Guarding Your Heart Against Agitation

 READ: Proverbs 4:23; Psalm 37:3-7

It is a rarity on network news programs to hear much that is positive.  In fact, as I write this post, I am hearing a litany of reports about potential riots in large cities across our country.  In addition, there are reports of people in corporate and government positions of power that are being investigated for potential criminal activity.  Chances are, if you are like me, you feel personally betrayed and cheated. These kinds of experiences happen all the time.  And our emotions go from confusion to outright frustration and anger. 

The problem is that our agitation with the way things are brings damage to our souls that we may not realize at first.  And since we are commanded in Scripture to “guard our hearts” (PROV 4:23), we must meet life’s agitating moments with a biblical alternative.  And that alternative is found in Psalm 37.

You will want to notice in verse 1 that we are met with a very direct command.  That is, we are told to “not be agitated,” a directive that is repeated in verses 7 and 8.  However, it is one thing to be told what NOT to do.  The ultimate question is, “What SHOULD we do?”  Read Psalm 37:3-7 one more time.  Did you notice on further review that the LORD is mentioned four times in our passage?  The very mention of His name should give us insight into an important principle that will help us to protect our souls from spiritual danger.  That is, WHEN EVIL SEEMS TO BE WINNING, NURTURE A GOD-CENTERED HEART.  Let’s take a look at how we might nurture this kind of heart for God.

The first step, according to the psalmist, is to “trust in the LORD and do what is good.”  The concept of doing good is more than helping those in distress or giving time and money for good causes.  The “good” in this context has to do with our daily responsibilities—going to work, loving the people around us, and caring for the things entrusted to us.  The second half of the verse gives even further clarification. We are told to “dwell in the land and live securely.”  That is, we are to go about our daily responsibilities, not just believing that God exists, but believing He is present to protect us and use us for His purposes.
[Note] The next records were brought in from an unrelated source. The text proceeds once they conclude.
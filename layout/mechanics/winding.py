"""What one winding of the spring gives, and how the speed falls while it runs down.

A flat spiral spring gives M = E·b·h³·φ/(12·L), φ being how far it is wound from its free shape: the bending
of a clamped strip of the section's inertia b·h³/12 (handbooks of spring design). A train whose disc
turns `ratio` times in a turn of the barrel brings M·efficiency/ratio to the disc.

What the disc needs is friction and its peak load. Not the mean: what turns so slowly stores little more than one
full chord takes, so it would be carried over a chord only at a loss of speed, and stops on the next. The rest goes
into the air brake, whose drag grows with the square of the speed: there the mean load counts, and the
speed follows the root of the surplus torque. Where friction, load or efficiency is not stated it is
left aside, and turns and torques are then upper bounds, the loss of speed a lower one.
"""

import math
from dataclasses import dataclass
from typing import Literal

from layout.documents.drive import Winding
from layout.mechanics.turning import FULL_TURN_RAD

_ROUNDING_COUNT = 1e-9  # turns; what products of ratios may fall short of a whole turn


@dataclass(frozen=True, slots=True, kw_only=True)
class WoundDrive:
    """A spring and its train, in numbers.

    Attributes:
        rate_nmm_per_rad: The spring's torque a radian wound, E·b·h³/(12·L).
        wound_count: Turns of the barrel from the free shape when full.
        usable_count: Of those, the turns the barrel gives.
        train_ratio: Turns of the disc per turn of the barrel.
        efficiency_factor: Of the train; 1 where not stated.
        friction_nmm: At the disc; 0 where not stated.
    """

    rate_nmm_per_rad: float
    wound_count: float
    usable_count: float
    train_ratio: float
    efficiency_factor: float
    friction_nmm: float

    @property
    def falls_nmm(self) -> float:
        """By how much the torque at the disc falls in one turn of the disc."""
        return self.rate_nmm_per_rad * FULL_TURN_RAD * self.efficiency_factor / self.train_ratio / self.train_ratio

    def at_disc_nmm(self, turned_count: float) -> float:
        """The torque at the disc after so many turns of the disc since the spring was full."""
        wound_rad = (self.wound_count - turned_count / self.train_ratio) * FULL_TURN_RAD
        return self.rate_nmm_per_rad * wound_rad * self.efficiency_factor / self.train_ratio


@dataclass(frozen=True, slots=True, kw_only=True)
class DiscLoad:
    """What a disc asks of its drive, 0 where not known: its teeth's peak and mean torque over a turn."""

    peak_nmm: float
    mean_nmm: float


@dataclass(frozen=True, slots=True, kw_only=True)
class WindingRun:
    """One winding, run down with one disc on the movement.

    Attributes:
        full_nmm: Torque at the disc when the spring is full.
        spent_nmm: The same when the turns are over.
        needed_nmm: Friction and the disc's peak load.
        turn_count: Turns of the disc it plays, up to ended_by.
        ended_by: "barrel" where the barrel has no more turns, "load" where the torque falls below what is needed.
        last_turn_slows_ratio: Share of its speed that the disc loses in the last whole turn, in which it
            loses the most; in the part of a turn it plays where there is no whole one.
        winding_slows_ratio: Share of its speed that it loses from the full spring to the last turn's end.
        first_revolution_s: Seconds a turn at the full spring's speed.
        last_revolution_s: Seconds a turn at the end; None where nothing is left for the brake, so that it stops.
    """

    full_nmm: float
    spent_nmm: float
    needed_nmm: float
    turn_count: float
    ended_by: Literal["barrel", "load"]
    last_turn_slows_ratio: float
    winding_slows_ratio: float
    first_revolution_s: float
    last_revolution_s: float | None


def gear_ratio(stages: tuple[float, ...]) -> float:
    """The ratio of a train, the product of its stages (common practice); 1 for none."""
    return math.prod(stages)


def spring_rate_nmm_per_rad(winding: Winding) -> float:
    """Torque of the flat spiral spring per radian wound: E·b·h³/(12·L)."""
    spring = winding.spring
    cubed_mm3 = spring.thickness_mm * spring.thickness_mm * spring.thickness_mm
    return spring.elastic_modulus_n_per_mm2 * spring.width_mm * cubed_mm3 / (12 * spring.length_mm)


def wound_drive_of(winding: Winding) -> WoundDrive:
    """The document's winding in numbers; what it does not state is left aside."""
    return WoundDrive(
        rate_nmm_per_rad=spring_rate_nmm_per_rad(winding),
        wound_count=winding.spring.wound_turns,
        usable_count=winding.spring.usable_turns,
        train_ratio=gear_ratio(winding.barrel_to_disc),
        efficiency_factor=1.0 if winding.efficiency is None else winding.efficiency,
        friction_nmm=winding.friction_nmm or 0.0,
    )


def braked_revolution_s(winding: Winding) -> float | None:
    """Seconds a turn of the disc at the brake's stated speed; None where brake or train to it is not stated."""
    if winding.brake_turns_per_s is None or not winding.disc_to_brake:
        return None
    return gear_ratio(winding.disc_to_brake) / winding.brake_turns_per_s


def run_down(drive: WoundDrive, load: DiscLoad, revolution_s: float) -> WindingRun:
    """One winding run down, from the full spring.

    The stated turn is taken to hold in the middle of the turns played: who sets a brake so that the disc is as
    much too fast at first as too slow at last is never far off. Losses of speed do not depend on it.

    Args:
        drive: The spring and its train.
        load: What the disc asks for.
        revolution_s: The stated turn.
    """
    needed_nmm = drive.friction_nmm + load.peak_nmm
    full_nmm = drive.at_disc_nmm(0.0)
    barrel_count = drive.usable_count * drive.train_ratio
    # Straight, from full_nmm to nothing at the free shape after wound_count turns of the barrel.
    carried_count = drive.wound_count * drive.train_ratio * (1 - needed_nmm / full_nmm)
    turn_count = max(min(barrel_count, carried_count), 0.0)

    def speed(turned_count: float) -> float:
        return math.sqrt(max(drive.at_disc_nmm(turned_count) - drive.friction_nmm - load.mean_nmm, 0.0))

    last = math.floor(turn_count + _ROUNDING_COUNT) or turn_count
    middle, end = speed(turn_count / 2), speed(turn_count)
    return WindingRun(
        full_nmm=full_nmm,
        spent_nmm=drive.at_disc_nmm(turn_count),
        needed_nmm=needed_nmm,
        turn_count=turn_count,
        ended_by="barrel" if barrel_count <= carried_count else "load",
        last_turn_slows_ratio=_lost(speed(max(last - 1, 0.0)), speed(last)),
        winding_slows_ratio=_lost(speed(0.0), end),
        first_revolution_s=revolution_s * middle / speed(0.0) if middle > 0 else revolution_s,
        last_revolution_s=revolution_s * middle / end if end > 0 else None,
    )


def steady_turns(drive: WoundDrive, load: DiscLoad, slows_ratio: float) -> int:
    """How many whole turns from the full spring lose no more than this share of their speed each.

    The square of the speed, S, falls by s a turn: turn k keeps √(1 − s/(S₀ − s·(k − 1))) of it, which is at
    least 1 − x up to k = 1 + S₀/s − 1/(1 − (1 − x)²). Derived here. How far the barrel goes is not asked.

    Args:
        drive: The spring and its train.
        load: What the disc asks for.
        slows_ratio: x, above 0, below 1.
    """
    at_first_nmm = drive.at_disc_nmm(0.0) - drive.friction_nmm - load.mean_nmm
    most = 1 + at_first_nmm / drive.falls_nmm - 1 / (1 - (1 - slows_ratio) ** 2)
    return max(math.floor(most + _ROUNDING_COUNT), 0)


def _lost(from_speed: float, to_speed: float) -> float:
    return 1 - to_speed / from_speed if from_speed > 0 else 0.0
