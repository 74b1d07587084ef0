"""Array types shared by the stages' values, the one way to freeze an array, and runs of places."""

from collections.abc import Iterable, Sequence
from itertools import chain

import numpy as np
from numpy.typing import NDArray

FloatArray = NDArray[np.float64]
IntArray = NDArray[np.int64]
BoolArray = NDArray[np.bool_]


def frozen_floats(values: Iterable[float] | FloatArray) -> FloatArray:
    """A read-only float64 copy of the values; empty in, empty out."""
    array = np.array(values if isinstance(values, np.ndarray) else list(values), dtype=np.float64)
    array.setflags(write=False)
    return array


def frozen_ints(values: Iterable[int] | IntArray) -> IntArray:
    """A read-only int64 copy of the values; empty in, empty out."""
    array = np.array(values if isinstance(values, np.ndarray) else list(values), dtype=np.int64)
    array.setflags(write=False)
    return array


def begins_run(values: IntArray) -> BoolArray:
    """Where a value differs from the one before it: for 5 5 7 the first and the third; empty for none."""
    begins = np.ones(len(values), dtype=np.bool_)
    begins[1:] = values[1:] != values[:-1]
    return begins


def counted_out(first: IntArray, count: IntArray) -> tuple[IntArray, IntArray]:
    """Runs of places end to end: for first 5 and 0, count 2 and 3 the runs are 0 0 1 1 1, the places 5 6 0 1 2.

    Args:
        first: Shape (n,). The first place of each run.
        count: Shape (n,). How many places it has; 0 for none.

    Returns:
        The run and the place, both in as many entries as there are places in all; empty for no runs.
    """
    run = np.repeat(np.arange(len(count)), count)
    return run, np.arange(len(run)) + (first - np.cumsum(count) + count)[run]


def end_to_end(runs: Sequence[Sequence[int]]) -> tuple[IntArray, IntArray]:
    """The entries of all runs one after the other: (7, 5), () and (3,) are the runs 0 0 2, the entries 7 5 3.

    Returns:
        The place of the run and the entry, both in as many entries as there are in all; empty for no runs.
    """
    entry = np.fromiter(chain.from_iterable(runs), dtype=np.int64)
    count = np.fromiter(map(len, runs), dtype=np.int64, count=len(runs))
    return np.repeat(np.arange(len(runs)), count), entry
To nurture a God-centered heart means that we believe God is with us in everything that we do.

The second means of nurturing a God-centered heart is found in verse 4.  The psalmist tells the reader to “delight in the Lord.”  The word “delight” is translated in some places as an action of treating something with care as a great treasure or delicacy.  In this verse the imperative has the idea of giving extended time to looking at the beauty, greatness, and majesty of the LORD.  In the end, the psalmist tells us “God will give us our heart’s desire.”  The interesting thing about delighting in the Lord is that the more we delight in Him, the more His desires become our desire.

To nurture a God-centered heart is to focus on the character and attributes of the living God.

A third way to nurture a God-centered heart is found in verses 5 and 6.  Here the psalmist exhorts his readers to “commit their way to the LORD.”  The picture behind the command is one of packing up all that represents our plans, our hopes, and our dreams, and then giving them to God for His use.  It is like saying, “Here I am, LORD, do with my agenda whatever you want.”  In the end we are told that evil might seem to be winning for a season, but God will ultimately vindicate His people (cf. v. 6). 

To nurture a God-centered heart means that we will surrender our lives and plans to Him to do with them whatever He wants.

A final means of nurturing a God-centered heart is found in verse 7.  The psalmist says “be silent before the LORD and wait expectantly for Him.”  These back-to-back imperatives emphasize the single action of waiting for God to act.  It’s a lot like waiting at the airport in baggage claim for a loved one to return from an extended trip.  You notice from the airport monitor that the plane has landed.  And yet you watch the gate, knowing that your loved one will walk through the door any minute. Sometimes the “wait” seems to last forever! Then the door opens and the person you have been hoping to see stands in your very presence.  That kind of waiting is similar to what we are to do with the LORD. Scripture tells us that He will eventually eliminate sin and evil from the earth.  Until that happens, we must believe He will do what He says in His perfect timing. 

To nurture a God-centered heart is to trust in the perfect, wise timing of God to complete what He says He will do.

Maybe one of the best things we can do is to stop listening to the evening news.  It only seems to exalt how bad things are in our world.  But don’t just wait around and continually get agitated.  No, guard your heart!

Nurture a God-centered lifestyle that will sustain you for time and eternity!